Poster
Synthetic Text Generation for Training Large Language Models via Gradient Matching
Dang Nguyen · Zeman Li · MohammadHossein Bateni · Vahab Mirrokni · Meisam Razaviyayn · Baharan Mirzasoleiman
East Exhibition Hall A-B #E-2810
Synthetic data has the potential to improve the performance, training efficiency, and privacy of real training examples. Nevertheless, existing approaches for synthetic text generation are mostly heuristics and cannot generate human-readable text without compromising the privacy of real data, or provide performance guarantees for training Large Language Models (LLMs). In this work, we propose the first theoretically rigorous approach for generating synthetic human-readable text that provides convergence, performance, and privacy guarantees for fine-tuning LLMs on a target task. To do so, we leverage Alternating Direction Method of Multipliers (ADMM) that iteratively optimizes the embeddings of synthetic examples to match the noisy gradient of the target training or validation data, and maps them to a sequence of text tokens with low perplexity. In doing so, the generated synthetic text guarantees convergence of the model to a close neighborhood of the solution obtained by fine-tuning on real data and preserves their privacy. Experiments on various classification tasks confirm the effectiveness of our proposed approach. Our code is available at https://github.com/BigML-CS-UCLA/GRADMM.

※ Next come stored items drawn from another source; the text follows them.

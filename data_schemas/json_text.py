"""Result objects as JSON text: numpy, pandas and JAX values become plain JSON types, NaN
and inf become null. Below both the engines (``Fit.to_json``, ``Posterior.to_json``) and the
face (``stopwise._io.write_json``), so neither reaches into the other."""

from __future__ import annotations

import json
import math
from typing import Any

import numpy as np
import pandas as pd


def _jsonable(value: Any) -> Any:
    """Convert numpy/pandas/JAX values to plain JSON types; NaN and inf become null."""
    if isinstance(value, dict):
        return {str(k): _jsonable(v) for k, v in value.items()}
    if isinstance(value, (list, tuple)):
        return [_jsonable(v) for v in value]
    if isinstance(value, (pd.Series, pd.Index)):
        return [_jsonable(v) for v in value.tolist()]
    if hasattr(value, "shape") and hasattr(value, "tolist"):  # numpy / JAX arrays
        return _jsonable(np.asarray(value).tolist())
    if isinstance(value, (np.bool_, bool)):
        return bool(value)
    if isinstance(value, (np.integer,)):
        return int(value)
    if isinstance(value, (float, np.floating)):
        value = float(value)
        return value if math.isfinite(value) else None
    return value


def dumps_json(obj: Any) -> str:
    """The JSON text of ``obj`` (indented, NaN and inf as null, a final newline)."""
    return json.dumps(_jsonable(obj), indent=2, allow_nan=False) + "\n"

Large Language Models (LLMs) require massive amounts of high-quality data, but collecting and using such data raises concerns about privacy, cost, and efficiency. Our work introduces GRADMM, the first method that can generate readable synthetic text with strong theoretical guarantees for training LLMs. Unlike existing methods that rely on expensive prompts or unreadable embeddings, GRADMM creates human-like text that mimics how real data trains the model—without leaking sensitive information.We achieve this by matching the training dynamics (gradients) of real data using a technique called ADMM, while ensuring the output is coherent and diverse. This allows us to train LLMs using only a handful of real examples or replace real data entirely with synthetic ones. Our experiments show that GRADMM outperforms both traditional data selection and LLM-generated text in accuracy—while being significantly more private and efficient. This opens the door to safer and more accessible LLM training.